Demand Immediate NC-wide eviction moratorium, local renter assistance

According to the latest survey by the U.S. Census Bureau, an estimated 400,000 households in North Carolina have no confidence that they can pay the next month’s rent. While thousands of North Carolina residents have been approved for rental assistance programs, money can take multiple months to be disbursed—if at all.

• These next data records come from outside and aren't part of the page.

// Repeatability returns the within-item SD of one method from its
// replicate columns: reps[j][i] is replicate j on item i, with m = len(reps)
// ≥ 2 columns of n values (one-way analysis of variance; ISO 5725-2;
// Bland & Altman 1999):
//
//	s_w² = Σ_i Σ_j (x_ij − x̄_i)² / (n·(m−1))
//
// with the interval of σ_w from s_w²·df/σ_w² ~ χ²_df (df = n(m−1)), which
// assumes normal errors with the same SD on every item, and the
// repeatability coefficient RepeatabilityFactor·s_w. conf outside (0, 1)
// leaves the intervals NaN (and skips their cost). Columns of unequal
// length panic; fewer than two columns, no items, a NaN or an infinite
// value give NaN figures.
func Repeatability(reps [][]float64, conf float64) RepeatabilityResult {
	n := agrCheckColumns("Repeatability", reps)
	m := len(reps)
	nan := math.NaN()
	r := RepeatabilityResult{N: n, M: m, SW: nan, SWLo: nan, SWHi: nan, Coef: nan, CoefLo: nan, CoefHi: nan}
	if m < 2 || n < 1 {
		return r
	}
	r.DF = n * (m - 1)
	var ss float64
	for i := 0; i < n; i++ {
		var s float64
		for _, col := range reps {
			s += col[i]
		}
		mean := s / float64(m)
		var q, c float64
		for _, col := range reps {
			e := col[i] - mean
			q += e * e
			c += e
		}
		ss += q - c*c/float64(m)
	}
	if math.IsNaN(ss) || math.IsInf(ss, 0) {
		return r
	}
	df := float64(r.DF)
	r.SW = math.Sqrt(math.Max(ss, 0) / df)
	r.Coef = RepeatabilityFactor * r.SW
	if conf > 0 && conf < 1 {
		hi := chi2Quantile(0.5+conf/2, df)
		lo := chi2Quantile(0.5-conf/2, df)
		r.SWLo = r.SW * math.Sqrt(df/hi)
		r.SWHi = r.SW * math.Sqrt(df/lo)
		r.CoefLo, r.CoefHi = RepeatabilityFactor*r.SWLo, RepeatabilityFactor*r.SWHi
	}
	return r
}
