// trimSpace is strings.TrimSpace, fast for ASCII edges.
func trimSpace(s string) string {
	i, j := 0, len(s)
	for i < j && asciiSpace[s[i]] {
		i++
	}
	for j > i && asciiSpace[s[j-1]] {
		j--
	}
	if i < j && (s[i] >= 0x80 || s[j-1] >= 0x80) {
		return strings.TrimSpace(s[i:j])
	}
	return s[i:j]
}

func rowTooLong(path string, line int) error {
	return &Error{File: path, Line: line, Msg: fmt.Sprintf("the row starting on this line is longer than %s, the longest row bivar reads: check that the file is CSV with one row per line and that every double quote is closed", bytesText(MaxRowBytes))}
}

// fieldCountMsg explains a row of got fields where the header has want;
// row is the row's text (its fields, when only they are known), whose
// NUL bytes or carriage returns that end no line point at a cause other
// than a delimiter; first says the row is on the line after the header,
// which may then be a title above the column names.
func fieldCountMsg(got, want int, row string, first bool) string {
	msg := fmt.Sprintf("this row has %s but the header has %d", fieldCount(got), want)
	switch {
	case got == 1 && strings.HasPrefix(row, "(") && (strings.HasSuffix(row, " rows)") || strings.HasSuffix(row, " row)")):
		return msg + ": it is the count of rows a database shell prints after a table (psql's \"(10 rows)\"); delete the line, or export the query as CSV (in psql: \\copy (SELECT …) TO 'file.csv' CSV HEADER)"
	case row == "\x1a":
		return msg + ": it is a lone Ctrl-Z (0x1A), the end-of-file mark some DOS-era programs write after the last line; delete it"
	case first && strings.IndexByte(row, 0) < 0:
		return msg + ": the first line is read as the header; if lines above the column names hold a title or notes, delete them, else look for a missing or extra delimiter in the header or this row"
	case strings.IndexByte(row, 0) >= 0:
		return msg + nulBytes
	case strings.IndexByte(row, '\r') >= 0:
		return msg + ": it holds a carriage return (CR) that ends no line, so from here on the file may use CR-only line ends (as classic Mac OS wrote them), or two files were joined; save it with LF or CRLF line ends"
	}
	return msg + ": look for a missing or extra delimiter, or a value holding the delimiter that is not in double quotes"
}

func levelsError(cfg *config, c *column, s string, line int) error {
	return &Error{File: cfg.path, Line: line, Column: c.name, Text: cellText(s),
		Msg: fmt.Sprintf("a group column may hold at most %d distinct values, and %s on this line is one more: a group names machines, lots or shifts; if this column identifies rows or holds measurements, group by another column, and if it really is a grouping, raise max_levels for the dataset", cfg.lim.MaxLevels, quoteCell(s))}
}
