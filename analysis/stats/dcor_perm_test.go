package stats

import (
	"math"
	"math/rand/v2"
	"testing"
)

// dcorCrossByPerm is n²·dCov²(x, y_perm), y_perm[i] = y[perm[i]], by the
// package's O(n log n) algorithm read through perm (the rows of x visited
// in ascending x, y and its rank fetched at perm of each row): the direct
// form of the permutation that dcorPerm keeps in place. x and y are the
// standardised columns, in row order.
func dcorCrossByPerm(x, y []float64, perm []int) float64 {
	n := len(x)
	xOrder, ax, axx := rowSums(x)
	yOrder, by, byy := rowSums(y)
	rank := make([]int, n)
	r := 0
	for k, i := range yOrder {
		if k == 0 || y[i] != y[yOrder[k-1]] {
			r++
		}
		rank[i] = r
	}
	nRanks := r
	t := make([]float64, 4*(nRanks+1))
	var totC, totX, totY, totXY, sab float64
	for _, i := range xOrder {
		k := perm[i]
		xi, yi, r := x[i], y[k], rank[k]
		var c, sx, sy, sxy float64
		for q := r - 1; q > 0; q &= q - 1 {
			c += t[4*q]
			sx += t[4*q+1]
			sy += t[4*q+2]
			sxy += t[4*q+3]
		}
		sab += xi*yi*(2*c-totC) + (2*sxy - totXY) - xi*(2*sy-totY) - yi*(2*sx-totX)
		for q := r; q <= nRanks; q += q & -q {
			t[4*q]++
			t[4*q+1] += xi
			t[4*q+2] += yi
			t[4*q+3] += xi * yi
		}
		totC++
		totX += xi
		totY += yi
		totXY += xi * yi
	}
	var s2 float64
	for i := range n {
		s2 += ax[i] * by[perm[i]]
	}
	nf := float64(n)
	return 2*sab - 2*s2/nf + axx*byy/(nf*nf)
}

// TestDcorPermInPlace checks, permutation by permutation, that the cross
// term of y permuted in place (dcorPerm, as the permutation test runs it)
// is the one computed through the permutation itself (dcorCrossByPerm) to
// the last bit, and that DistanceCorrTest's p is the count of those, on
// data made to be awkward: x in row order and not, ties in x, in y and in
// both, long constant runs, and n from 3.
func TestDcorPermInPlace(t *testing.T) {
	t.Parallel()
	type data struct {
		name string
		x, y []float64
	}
	rng := rand.New(rand.NewPCG(11, 12))
	gen := func(n, xLevels, yLevels int, sorted bool) (x, y []float64) {
		x, y = make([]float64, n), make([]float64, n)
		for i := range x {
			x[i] = float64(rng.IntN(xLevels))
			y[i] = float64(rng.IntN(yLevels)) + 0.3*x[i]
		}
		if sorted {
			for i := 1; i < n; i++ { // insertion sort of the pairs by x
				for j := i; j > 0 && x[j-1] > x[j]; j-- {
					x[j-1], x[j] = x[j], x[j-1]
					y[j-1], y[j] = y[j], y[j-1]
				}
			}
		}
		return x, y
	}
	var cases []data
	for _, n := range []int{3, 4, 5, 7, 40, 301} {
		for _, sorted := range []bool{false, true} {
			for _, lv := range [][2]int{{1 << 30, 1 << 30}, {3, 1 << 30}, {1 << 30, 2}, {2, 3}, {n, n}} {
				x, y := gen(n, lv[0], lv[1], sorted)
				cases = append(cases, data{"", x, y})
			}
		}
	}
	runs := make([]float64, 60) // long constant runs in both columns
	runsY := make([]float64, 60)
	for i := range runs {
		runs[i] = float64(i / 20)
		runsY[i] = float64((i / 7) % 3)
	}
	cases = append(cases, data{"runs", runs, runsY})
	for _, c := range cases {
		d := newDcorData(c.x, c.y)
		if d == nil {
			continue // a constant column: no test to compare
		}
		xs, _ := standardise(c.x)
		ys, _ := standardise(c.y)
		n := len(c.x)
		perm := make([]int, n)
		for i := range perm {
			perm[i] = i
		}
		obs := dcorCrossByPerm(xs, ys, perm)
		if got := d.crossTerm(); got != obs {
			t.Fatalf("n = %d: cross term %v, through the identity %v", n, got, obs)
		}
		const perms = 39
		yp := d.permuted()
		r1 := rand.New(rand.NewPCG(uint64(n), 3))
		r2 := rand.New(rand.NewPCG(uint64(n), 3))
		ge := 0
		for b := range perms {
			r1.Shuffle(n, yp.swap)
			r2.Shuffle(n, func(i, j int) { perm[i], perm[j] = perm[j], perm[i] })
			want := dcorCrossByPerm(xs, ys, perm)
			if got := yp.cross(); math.Float64bits(got) != math.Float64bits(want) {
				t.Fatalf("n = %d %s, permutation %d: in place %v, through the permutation %v", n, c.name, b, got, want)
			}
			if want >= obs-1e-12*math.Abs(obs) {
				ge++
			}
		}
		_, p, _, _ := DistanceCorrTest(c.x, c.y, perms, n, rand.NewPCG(uint64(n), 3))
		if want := float64(1+ge) / (perms + 1); p != want {
			t.Errorf("n = %d %s: p = %v, want %v from the permutations", n, c.name, p, want)
		}
	}
}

Meanwhile, judges and sheriffs have largely ignored the consequences of evicting families as the COVID-19 pandemic surges. And the NC General Assembly has more than enough revenue to pay off all the past-due rent for North Carolina families impacted by COVID-19, just as California did. Still, the Assembly has continued to allow tenants to be evicted.

As the statewide Stop Evictions Network, we make the following demands of NC Governor Roy Cooper, the NC General Assembly, and local officials:

  • An immediate statewide eviction moratorium
  • A full-scale, in-depth audit into each city’s rental assistance program to determine why fund dispersal is not meeting demand in a timely manner
  • Rent forgiveness and credit relief for those impacted by COVID-19
  • Increased capacity to rental assistance and legal aid programs

This crisis is an economic and racial justice issue. A Charlotte Journalism Collaborative examination of nearly 700 eviction cases from October 2020 to March 2021 found evictions during the pandemic most often occurred in ZIP codes with higher rates of poverty, higher Black populations, and less housing investment than the county overall. Across the state, 58% of Black households rent compared to 27% of white households. Black women are twice as likely to be evicted as white renters.